[RECORDS PROVIDED — start]

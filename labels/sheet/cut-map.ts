import type { CutPiece } from "@/lib/core/piece/cut-piece";
import type { MeasureSystem } from "@/lib/core/measure/format";
import type { Length } from "@/lib/core/measure/length";
import type { Blank, StripPlan, SubCut } from "@/lib/core/piece/strip-plan";
import { drawHatch } from "../press/hatch";
import { rulerLength, soldLength } from "../press/lengths";
import type { Press } from "../press/press";
import { INK, QUIET } from "../press/sheet-frame";
import { drawLine, textWidth, type Style } from "../press/type";

interface MapRoom {
  readonly x: number;
  readonly y: number;
  readonly width: number;
}

/** Tallest drawing in points; a fabric cut into many shapes needs room for its letters. */
const TALL = { few: 120, many: 180 };
const MANY_SHAPES = 4;

/** Points to the unit of length: both directions at one scale. */
function cutMapScale(plan: StripPlan, cutLength: Length, width: number): number {
  const along = Math.max(1, cutLength, plan.length);
  const shapes = new Set(plan.strips.flatMap((strip) => strip.cuts.map((cut) => cut.blank))).size;
  return Math.min((width - 34) / along, (shapes > MANY_SHAPES ? TALL.many : TALL.few) / Math.max(1, plan.usableWidth));
}

export function cutMapHeight(plan: StripPlan, cutLength: Length, width: number): number {
  return plan.usableWidth * cutMapScale(plan, cutLength, width) + 30;
}

/** Width of the drawing with the words at its left. */
export function cutMapWidth(plan: StripPlan, cutLength: Length, width: number): number {
  return Math.max(cutLength, plan.length) * cutMapScale(plan, cutLength, width) + 34;
}

/**
 * Draws where each strip and sub-cut lies: along the cloth to the right, selvages at the top and the foot, strips
 * numbered below. Returns the foot of the drawing.
 */
export function drawCutMap(press: Press, plan: StripPlan, blanks: readonly Blank[], pieces: ReadonlyMap<string, CutPiece>, cutLength: Length, measure: MeasureSystem, room: MapRoom): number {
  const { doc } = press;
  const scale = cutMapScale(plan, cutLength, room.width);
  const left = room.x + 22;
  const height = plan.usableWidth * scale;
  const cloth = { x: left, y: room.y, width: Math.max(cutLength, plan.length) * scale, height };
  doc.save();
  doc.rect(cloth.x, cloth.y, cloth.width, cloth.height).clip();
  drawHatch(press, "diagonal", cloth, { colour: "#bbbbbb", lineWidth: 0.4, step: 5 });
  doc.restore();
  const marks = new Map(blanks.map((blank) => [blank.key, blank]));
  plan.strips.forEach((strip, index) => {
    const x = left + strip.startsAt * scale;
    doc.rect(x, cloth.y, strip.width * scale, height).fill("#ffffff");
    drawRest(press, x, cloth.y, strip.width * scale, height);
    for (const cut of strip.cuts) {
      const blank = marks.get(cut.blank);
      if (blank) drawSubCut(press, cut, blank, pieces.get(blank.pieceKey), x, cloth.y, scale);
    }
    doc.rect(x, cloth.y, strip.width * scale, height).lineWidth(0.9).strokeColor(INK).stroke();
    drawStripNumber(press, String(index + 1), x, strip.width * scale, cloth.y + height);
  });
  doc.rect(cloth.x, cloth.y, cloth.width, cloth.height).lineWidth(0.9).strokeColor(INK).stroke();
  drawMeasures(press, plan, cutLength, measure, cloth);
  return cloth.y + height + 26;
}

/** What is left of a strip is hatched faintly under its sub-cuts. */
function drawRest(press: Press, x: number, y: number, width: number, height: number): void {
  press.doc.save();
  press.doc.rect(x, y, width, height).clip();
  drawHatch(press, "diagonal", { x, y, width, height }, { colour: "#bbbbbb", lineWidth: 0.4, step: 5 });
  press.doc.restore();
}

function drawSubCut(press: Press, cut: SubCut, blank: Blank, piece: CutPiece | undefined, stripX: number, top: number, scale: number): void {
  const { doc } = press;
  const box = { x: stripX, y: top + cut.at * scale, width: cut.along * scale, height: cut.across * scale };
  doc.rect(box.x, box.y, box.width, box.height).fillAndStroke("#ffffff", INK);
  doc.lineWidth(0.5).strokeColor(INK);
  const rises = blank.mark === "both-diagonals" || (blank.mark === "diagonal" && diagonalRises(piece, cut.turned));
  const falls = blank.mark === "both-diagonals" || (blank.mark === "diagonal" && !rises);
  if (rises) doc.moveTo(box.x, box.y + box.height).lineTo(box.x + box.width, box.y);
  if (falls) doc.moveTo(box.x, box.y).lineTo(box.x + box.width, box.y + box.height);
  if (blank.mark === "slant") doc.moveTo(box.x, box.y + box.height * 0.35).lineTo(box.x + box.width, box.y + box.height * 0.65);
  doc.stroke();
  const letter = piece?.letter ?? blank.label;
  const size = Math.min(8, box.height * 0.62, (box.width * 0.8) / Math.max(1, letter.length * 0.62));
  if (size < 3.5) return;
  const style: Style = { face: "strong", size, colour: INK };
  const width = textWidth(press, letter, style);
  if (blank.mark !== "plain" && blank.mark !== "long") {
    doc.rect(box.x + box.width / 2 - width / 2 - 0.8, box.y + box.height / 2 - size / 2, width + 1.6, size).fill("#ffffff");
  }
  drawLine(press, letter, style, box.x + box.width / 2, box.y + box.height / 2 + size * 0.35, { align: "centre" });
}

/**
 * Which diagonal of its rectangle a half-rectangle is cut along, with the right side of the cloth up: the patch is
 * turned, never mirrored, from its own pose to the way it lies on the map. For squares both give the same patches.
 */
function diagonalRises(piece: CutPiece | undefined, turned: boolean): boolean {
  if (piece?.method.kind !== "half-rectangle") return true;
  const corners = piece.finished;
  let [longest, risesInPose] = [0, true];
  corners.forEach(([x, y], index) => {
    const [nextX, nextY] = corners[(index + 1) % corners.length] ?? [x, y];
    const side = Math.hypot(nextX - x, nextY - y);
    if (side > longest) [longest, risesInPose] = [side, (nextX - x) * (nextY - y) < 0];
  });
  const span = (axis: 0 | 1) => Math.max(...corners.map((corner) => corner[axis])) - Math.min(...corners.map((corner) => corner[axis]));
  const quarterTurn = span(1) >= span(0) === piece.method.along.exact >= piece.method.across.exact;
  return risesInPose !== (quarterTurn !== turned);
}

function drawStripNumber(press: Press, number: string, x: number, width: number, foot: number): void {
  const natural = textWidth(press, number, { face: "mid", size: 7 });
  const size = Math.min(7, (7 * (width - 1)) / natural);
  if (size < 4) return;
  const style: Style = { face: "mid", size, colour: INK };
  drawLine(press, number, style, x + width / 2, foot + 8, { align: "centre" });
}

function drawMeasures(press: Press, plan: StripPlan, cutLength: Length, measure: MeasureSystem, cloth: { x: number; y: number; width: number; height: number }): void {
  const { doc } = press;
  const style: Style = { face: "text", size: 8, colour: QUIET };
  const foot = cloth.y + cloth.height;
  const said = `strips take ${rulerLength(plan.length, measure)} of ${soldLength(cutLength, measure)}; hatched cloth is over`;
  drawLine(press, said, style, cloth.x, foot + 18, { width: Math.max(cloth.width, 260) });
  doc.save();
  doc.rotate(-90, { origin: [cloth.x - 8, cloth.y + cloth.height / 2] });
  drawLine(press, `${rulerLength(plan.usableWidth, measure)} usable`, style, cloth.x - 8, cloth.y + cloth.height / 2, { align: "centre" });
  doc.restore();
}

[RECORDS PROVIDED — finish]

● **PROBLEM REQUIREMENTS**
Please give back, exactly as it stands above, the stretch from the line with "x, cloth.y, scale);" through the line with "if (rises) doc.moveTo(box.x, box.y", and no line outside it.

● **SOLUTION**
      if (blank) drawSubCut(press, cut, blank, pieces.get(blank.pieceKey), x, cloth.y, scale);
    }
    doc.rect(x, cloth.y, strip.width * scale, height).lineWidth(0.9).strokeColor(INK).stroke();
    drawStripNumber(press, String(index + 1), x, strip.width * scale, cloth.y + height);
  });
  doc.rect(cloth.x, cloth.y, cloth.width, cloth.height).lineWidth(0.9).strokeColor(INK).stroke();
  drawMeasures(press, plan, cutLength, measure, cloth);
  return cloth.y + height + 26;
}

/** What is left of a strip is hatched faintly under its sub-cuts. */
function drawRest(press: Press, x: number, y: number, width: number, height: number): void {
  press.doc.save();
  press.doc.rect(x, y, width, height).clip();
  drawHatch(press, "diagonal", { x, y, width, height }, { colour: "#bbbbbb", lineWidth: 0.4, step: 5 });
  press.doc.restore();
}

function drawSubCut(press: Press, cut: SubCut, blank: Blank, piece: CutPiece | undefined, stripX: number, top: number, scale: number): void {
  const { doc } = press;
  const box = { x: stripX, y: top + cut.at * scale, width: cut.along * scale, height: cut.across * scale };
  doc.rect(box.x, box.y, box.width, box.height).fillAndStroke("#ffffff", INK);
  doc.lineWidth(0.5).strokeColor(INK);
  const rises = blank.mark === "both-diagonals" || (blank.mark === "diagonal" && diagonalRises(piece, cut.turned));
  const falls = blank.mark === "both-diagonals" || (blank.mark === "diagonal" && !rises);
  if (rises) doc.moveTo(box.x, box.y + box.height).lineTo(box.x + box.width, box.y);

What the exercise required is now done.